尋常性乾癬
尋常性乾癬は表皮が増殖することで赤いふけを伴った斑点が多発する疾患です。体のいずれの部位にも発生し、時には全身の皮膚に広がる場合もあります。また、高熱を伴って皮疹が膿疱化し、四肢の関節を侵してリウマチ様の関節炎を呈する場合もあります。原因は不明ですが、皮膚にいる白血球と表皮細胞が相互に干渉しあって表皮の増殖が止まらなくなることがわかってきています。生命にかかわる病気ではありませんが、見た目が悪いので患者さんの悩みは深いです。風邪などの感染症などのあとに悪化することがあり、皮膚に傷をつけるとそこに乾癬が発症することがあります。
外用療法
ステロイド外用療法
もっとも一般的な治療法です。罹患範囲の狭い患者さんが対象です。やや強力なタイプのステロイド外用剤でないと効果が弱いことが多く、長期使用で皮膚の萎縮や中止によるリバウンドなどで困ることがあります。
ビタミンD3外用剤
罹患範囲の狭い患者さんが対象です。ステロイド外用剤のような即効性はないですが、じっくり使用していけばステロイド外用剤のような副作用が少なく有用な外用剤です。広範囲に外用する場合は血液中のカルシウム濃度の採血が必要になることがあります。
最近ではステロイドとビタミンD3の合剤が類用されています。
紫外線療法
紫外線の光の作用によって、皮膚にいる白血球の作用を抑制することで効果を発揮します。
紫外線治療には従来からのPUVA療法のほか、当院ではナローバンドUVB照射器と小範囲の皮疹に効果の高いエキシマライトを導入しております。
内服療法
エトレチナート(チガソン®)
ビタミンAの誘導体で表皮の増殖を抑える効果があります。広範囲に罹患部位が広がっている患者さんが対象です。副作用として口や鼻の皮膚粘膜の乾燥、肝機能障害、高脂血症などがあり、定期的な採血が必要です。また、催奇形性があるので、妊娠可能年齢の男女にはお勧めできません。
シクロスポリン(ネオーラル®)
白血球の力を抑える免疫抑制剤に分類される薬剤です。広範囲に罹患部位が広がっている患者さんが対象です。 副作用で重大なものは高血圧や腎機能障害で、定期的な採血が必要になります。
生物学的製剤
インフリキシマブ(レミケード)、アダリムマブ(ヒューミラ)などさまざまな生物学的製剤が開発されています。広範囲の皮疹、膿炎、関節炎合併などの患者さんが対象です。効果は劇的ですが肺炎などの感染症が副作用として少なからず報告されているので、治療には慎重な検査が必要になります。本邦においては大学病院など呼吸器科が併設されている限られた施設での治療に限定されています。ご希望があれば大学病院をご紹介いたします。
掌蹠膿疱症
掌蹠膿疱症は手のひら、足の裏に特に誘引なく小水疱が多発する疾患です。原因は、慢性扁桃腺炎や歯周病などの慢性感染巣の感染アレルギー説や歯科金属アレルギー説などがありますがまだはっきりと解ってはいません。特徴的なことにほとんどの患者さんがタバコをお吸いになることです。禁煙は治療の第1歩です。また歯槽膿漏などの慢性感染症がある場合はこれらの治療をお勧めします。

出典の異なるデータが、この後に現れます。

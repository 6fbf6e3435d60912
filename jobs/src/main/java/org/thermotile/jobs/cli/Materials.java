package org.thermotile.jobs.cli;

import java.nio.file.Path;
import java.util.LinkedHashMap;
import java.util.Map;
import org.thermotile.jobs.io.MaterialsFile;
import org.thermotile.model.materials.Material;
import org.thermotile.model.materials.MaterialLibrary;

/** The material set a command sees: the built-in library, plus a user's materials file. */
final class Materials {
    private Materials() {}

    static Map<String, Material> known(Path materialsFile) {
        if (materialsFile == null) {
            return MaterialLibrary.byId();
        }
        return new LinkedHashMap<>(MaterialsFile.mergeWithLibrary(MaterialsFile.read(materialsFile)));
    }

    static Material lookup(String id, Path materialsFile) {
        return MaterialLibrary.get(id, known(materialsFile));
    }
}
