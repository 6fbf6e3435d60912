package org.thermotile.jobs.config;

import static org.junit.jupiter.api.Assertions.assertEquals;

import java.util.List;
import java.util.Optional;
import org.junit.jupiter.api.Test;

class SuggestTest {

    @Test
    void levenshteinTextbookExample() {
        // kitten → sitting needs 3 edits (two substitutions, one insertion): the standard example
        // of the Levenshtein (1966) distance, common practice in textbooks.
        assertEquals(3, Suggest.distance("kitten", "sitting"));
        assertEquals(0, Suggest.distance("outputs", "outputs"));
        assertEquals(7, Suggest.distance("", "outputs"));
    }

    @Test
    void adjacentTranspositionCountsOnce() {
        // Damerau (1964): a swap of two adjacent letters is one error, not two substitutions.
        assertEquals(1, Suggest.distance("ouptuts", "outputs"));
        assertEquals(1, Suggest.distance("ab", "ba"));
        // Optimal string alignment does not edit a substring twice: "ca" → "abc" costs 3
        // (unrestricted Damerau–Levenshtein would give 2); from memory of the usual OSA example.
        assertEquals(3, Suggest.distance("ca", "abc"));
    }

    @Test
    void closestSuggestsOnlyLikelyTypos() {
        List<String> keys = RunFileReader.TOP;
        assertEquals(Optional.of("outputs"), Suggest.closest("ouputs", keys));
        assertEquals(Optional.of("physics"), Suggest.closest("phisycs", keys));
        assertEquals(Optional.of("tiling"), Suggest.closest("Tiling", keys));
        assertEquals(Optional.empty(), Suggest.closest("colour", keys));
        assertEquals(Optional.of("timestep_minutes"), Suggest.closest("timestep", RunFileReader.PHYSICS));
    }
}
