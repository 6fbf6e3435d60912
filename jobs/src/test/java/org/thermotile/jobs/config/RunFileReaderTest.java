package org.thermotile.jobs.config;

import static org.junit.jupiter.api.Assertions.assertEquals;
import static org.junit.jupiter.api.Assertions.assertFalse;
import static org.junit.jupiter.api.Assertions.assertNull;
import static org.junit.jupiter.api.Assertions.assertThrows;
import static org.junit.jupiter.api.Assertions.assertTrue;

import com.fasterxml.jackson.databind.JsonNode;
import com.fasterxml.jackson.databind.ObjectMapper;
import java.nio.file.Files;
import java.nio.file.Path;
import java.time.LocalDate;
import java.time.LocalDateTime;
import java.time.ZoneOffset;
import java.util.List;
import org.junit.jupiter.api.Test;
import org.junit.jupiter.api.io.TempDir;
import org.thermotile.jobs.config.RunFile.MapKind;
import org.thermotile.model.balance.ColumnSpacing;
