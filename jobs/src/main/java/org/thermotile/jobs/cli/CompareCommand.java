package org.thermotile.jobs.cli;

import java.nio.file.Path;
import java.util.concurrent.Callable;
import org.apache.spark.sql.SparkSession;
import org.thermotile.jobs.city.Comparison;
import org.thermotile.jobs.city.SparkSessions;
import picocli.CommandLine.Command;
import picocli.CommandLine.Parameters;

/** {@code thermotile compare}: a finished run's scenarios against its baseline. */
@Command(name = "compare", mixinStandardHelpOptions = true,
        description = {"Compares a finished run's scenarios with its baseline: delta maps, a per-district "
                + "table and a ranking (Parquet, CSV and Markdown under RUN_DIR/comparison/). "
                + "'run' does this itself when the run file has scenarios; nothing is re-simulated."})
final class CompareCommand implements Callable<Integer> {
    @Parameters(index = "0", paramLabel = "RUN_DIR")
    Path runDir;

    @Override
    public Integer call() throws Exception {
        try (org.thermotile.jobs.storage.RunLock lock = FolderLock.hold(runDir, "compare")) {
            return work();
        }
    }

    private Integer work() throws Exception {
        Path cmp = runDir.resolve("comparison");
        java.util.List<String> periods = org.thermotile.jobs.storage.RunLayout.periodsOf(runDir);
        try (SparkSession spark = SparkSessions.get(null, 0)) {
            // A run over several periods: each period's comparison, then the one across them.
            for (String p : periods) {
                Path dir = runDir.resolve("periods").resolve(p);
                if (java.nio.file.Files.exists(dir.resolve("comparison"))) {
                    org.thermotile.jobs.storage.Folders.deleteTree(dir.resolve("comparison"));
                }
                Comparison.write(spark, dir);
            }
            if (java.nio.file.Files.exists(cmp)) {
                org.thermotile.jobs.storage.Folders.deleteTree(cmp);
            }
            if (periods.isEmpty()) {
                Comparison.write(spark, runDir);
            } else {
                Comparison.writeAcrossPeriods(spark, runDir, periods);
            }
        }
        org.thermotile.jobs.catalogue.StacItem.writeAll(runDir);   // the catalogue entry lists the new files
        System.out.println("comparison written to " + cmp + " (summary.md, ranking.csv, districts.csv)");
        return 0;
    }
}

時に胸骨・鎖骨関節部分に激しい痛みを伴うことがあり、治療に難渋します。
治療法
ステロイド外用療法
最も一般的な治療法です。症状が軽快してきたら徐々に外用量や範囲を減らしていきます。急にやめてはいけません。
光線療法
ナローバンドUVB療法、エキシマライトなどの光線療法が効果的です。
内服療法
これらの療法で効果不十分な場合には、チガソン・ネオーラルなどの内服療法を併用することがあります。
根治療法
慢性扁桃腺炎のある患者様には扁桃腺摘出術が有効です。ご希望の患者様には大学病院の耳鼻咽喉科をご紹介いたします。
また歯周病が認められる患者様には近在の歯科をご紹介いたします。
金属アレルギーが疑われる患者様には金属パッチテストを施行のうえ、歯科をご紹介します。
ビオチン療法
ご希望の方には奈美悦子さんで有名になったビオチン療法も行います。効果は緩やかですが、副作用も少なく試してみても良い治療法と思います。
- 禁煙はまず第一にご自身で行わなければならない重要な対策です。